Assignment: Every single entry below should be reproduced verbatim.

Exercise inputs:
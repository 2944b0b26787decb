/**
 * The one Handlebars environment of the service: every template (templates/reports, templates/pages) and every
 * partial (templates/partials for the reports, templates/pages/partials for the pages) is registered here, once per
 * templates folder, with the helpers the templates use. Templates are compiled on first use and kept.
 */
import { existsSync, readdirSync, readFileSync } from 'node:fs';
import { basename, dirname, join, resolve } from 'node:path';
import Handlebars from 'handlebars';
import { mathHtml, pathHtml } from '../reports/markup';

const MARKER = join('reports', 'calculation-report.hbs');

/** Finds the repository's templates/ folder from this file (source or dist) or the working directory. */
export function findTemplatesDir(start: string = __dirname): string {
  for (let dir = start; ; dir = dirname(dir)) {
    const candidate = join(dir, 'templates');
    if (existsSync(join(candidate, MARKER))) return candidate;
    if (dirname(dir) === dir) break;
  }
  const fromCwd = resolve('templates');
  if (existsSync(join(fromCwd, MARKER))) return fromCwd;
  throw new Error(`templates/${MARKER} not found above ${start} or in the working directory`);
}

export type Template<T = unknown> = Handlebars.TemplateDelegate<T>;

export class Templates {
  private static readonly byDir = new Map<string, Templates>();
  private static compilationsCount = 0;
  private readonly hbs = Handlebars.create();
  private readonly compiled = new Map<string, Template<never>>();
  /** Each partial's source as registered (Handlebars replaces its own copy by a compiled function on first use). */
  private readonly partialSources = new Map<string, string>();

  private constructor(readonly dir: string) {
    const hbs = this.hbs;
    hbs.registerHelper('eq', (a: unknown, b: unknown) => a === b);
    hbs.registerHelper('inc', (i: unknown) => Number(i) + 1);
    hbs.registerHelper('concat', (...parts: unknown[]) => parts.slice(0, -1).map(String).join(''));
    // Both escape their argument before adding markup.
    hbs.registerHelper('math', (text: unknown) => new hbs.SafeString(mathHtml(text === undefined || text === null ? '' : String(text))));
    hbs.registerHelper('dottedPath', (text: unknown) => new hbs.SafeString(pathHtml(String(text ?? ''))));
    for (const folder of [join(dir, 'partials'), join(dir, 'pages', 'partials'), join(dir, 'reports', 'sections')]) {
      if (!existsSync(folder)) continue;
      for (const file of readdirSync(folder)) {
        if (!file.endsWith('.hbs')) continue;
        const name = basename(file, '.hbs');
        if (hbs.partials[name] !== undefined) throw new Error(`two partials are named "${name}" (${folder})`);
        const source = readFileSync(join(folder, file), 'utf8');
        this.partialSources.set(name, source);
        hbs.registerPartial(name, source);
      }
    }
  }

  /** The environment of a templates folder (default: the repository's), created once. */
  static of(dir: string = findTemplatesDir()): Templates {
    let t = Templates.byDir.get(dir);
    if (t === undefined) Templates.byDir.set(dir, (t = new Templates(dir)));
    return t;
  }

  /** How many templates were compiled in this process (each once per folder). */
  static compilations(): number {
    return Templates.compilationsCount;
  }

  /**
   * A template by its path under templates/ without ".hbs" ("reports/calculation-report", "pages/queue"), or a
   * partial by its name ("report-body"). Pages compile strict (a missing field is an error); reports do not.
   */
  template<T>(name: string): Template<T> {
    let t = this.compiled.get(name);
    if (t === undefined) {
      const file = join(this.dir, `${name}.hbs`);
      const source = existsSync(file) ? readFileSync(file, 'utf8') : this.partialSources.get(name);
      if (typeof source !== 'string') throw new Error(`no template or partial "${name}" in ${this.dir}`);
      t = this.hbs.compile(source, name.startsWith('pages/') ? { strict: true } : { strict: false, preventIndent: true });
      this.compiled.set(name, t);
      Templates.compilationsCount++;
    }
    return t as Template<T>;
  }
}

Solution for this task:
repository 2944b0b26787decb
/**
 * The one Handlebars environment of the service: every template (templates/reports, templates/pages) and every
 * partial (templates/partials for the reports, templates/pages/partials for the pages) is registered here, once per
 * templates folder, with the helpers the templates use. Templates are compiled on first use and kept.
 */
import { existsSync, readdirSync, readFileSync } from 'node:fs';
import { basename, dirname, join, resolve } from 'node:path';
import Handlebars from 'handlebars';
import { mathHtml, pathHtml } from '../reports/markup';

const MARKER = join('reports', 'calculation-report.hbs');

/** Finds the repository's templates/ folder from this file (source or dist) or the working directory. */
export function findTemplatesDir(start: string = __dirname): string {
  for (let dir = start; ; dir = dirname(dir)) {
    const candidate = join(dir, 'templates');
    if (existsSync(join(candidate, MARKER))) return candidate;
    if (dirname(dir) === dir) break;
  }
  const fromCwd = resolve('templates');
  if (existsSync(join(fromCwd, MARKER))) return fromCwd;
  throw new Error(`templates/${MARKER} not found above ${start} or in the working directory`);
}

export type Template<T = unknown> = Handlebars.TemplateDelegate<T>;

export class Templates {
  private static readonly byDir = new Map<string, Templates>();
  private static compilationsCount = 0;
  private readonly hbs = Handlebars.create();
  private readonly compiled = new Map<string, Template<never>>();
  /** Each partial's source as registered (Handlebars replaces its own copy by a compiled function on first use). */
  private readonly partialSources = new Map<string, string>();

  private constructor(readonly dir: string) {
    const hbs = this.hbs;
    hbs.registerHelper('eq', (a: unknown, b: unknown) => a === b);
    hbs.registerHelper('inc', (i: unknown) => Number(i) + 1);
    hbs.registerHelper('concat', (...parts: unknown[]) => parts.slice(0, -1).map(String).join(''));
    // Both escape their argument before adding markup.
    hbs.registerHelper('math', (text: unknown) => new hbs.SafeString(mathHtml(text === undefined || text === null ? '' : String(text))));
    hbs.registerHelper('dottedPath', (text: unknown) => new hbs.SafeString(pathHtml(String(text ?? ''))));
    for (const folder of [join(dir, 'partials'), join(dir, 'pages', 'partials'), join(dir, 'reports', 'sections')]) {
      if (!existsSync(folder)) continue;
      for (const file of readdirSync(folder)) {
        if (!file.endsWith('.hbs')) continue;
        const name = basename(file, '.hbs');
        if (hbs.partials[name] !== undefined) throw new Error(`two partials are named "${name}" (${folder})`);
        const source = readFileSync(join(folder, file), 'utf8');
        this.partialSources.set(name, source);
        hbs.registerPartial(name, source);
      }
    }
  }

  /** The environment of a templates folder (default: the repository's), created once. */
  static of(dir: string = findTemplatesDir()): Templates {
    let t = Templates.byDir.get(dir);
    if (t === undefined) Templates.byDir.set(dir, (t = new Templates(dir)));
    return t;
  }

  /** How many templates were compiled in this process (each once per folder). */
  static compilations(): number {
    return Templates.compilationsCount;
  }

  /**
   * A template by its path under templates/ without ".hbs" ("reports/calculation-report", "pages/queue"), or a
   * partial by its name ("report-body"). Pages compile strict (a missing field is an error); reports do not.
   */
  template<T>(name: string): Template<T> {
    let t = this.compiled.get(name);
    if (t === undefined) {
      const file = join(this.dir, `${name}.hbs`);
      const source = existsSync(file) ? readFileSync(file, 'utf8') : this.partialSources.get(name);
      if (typeof source !== 'string') throw new Error(`no template or partial "${name}" in ${this.dir}`);
      t = this.hbs.compile(source, name.startsWith('pages/') ? { strict: true } : { strict: false, preventIndent: true });
      this.compiled.set(name, t);
      Templates.compilationsCount++;
    }
    return t as Template<T>;
  }
}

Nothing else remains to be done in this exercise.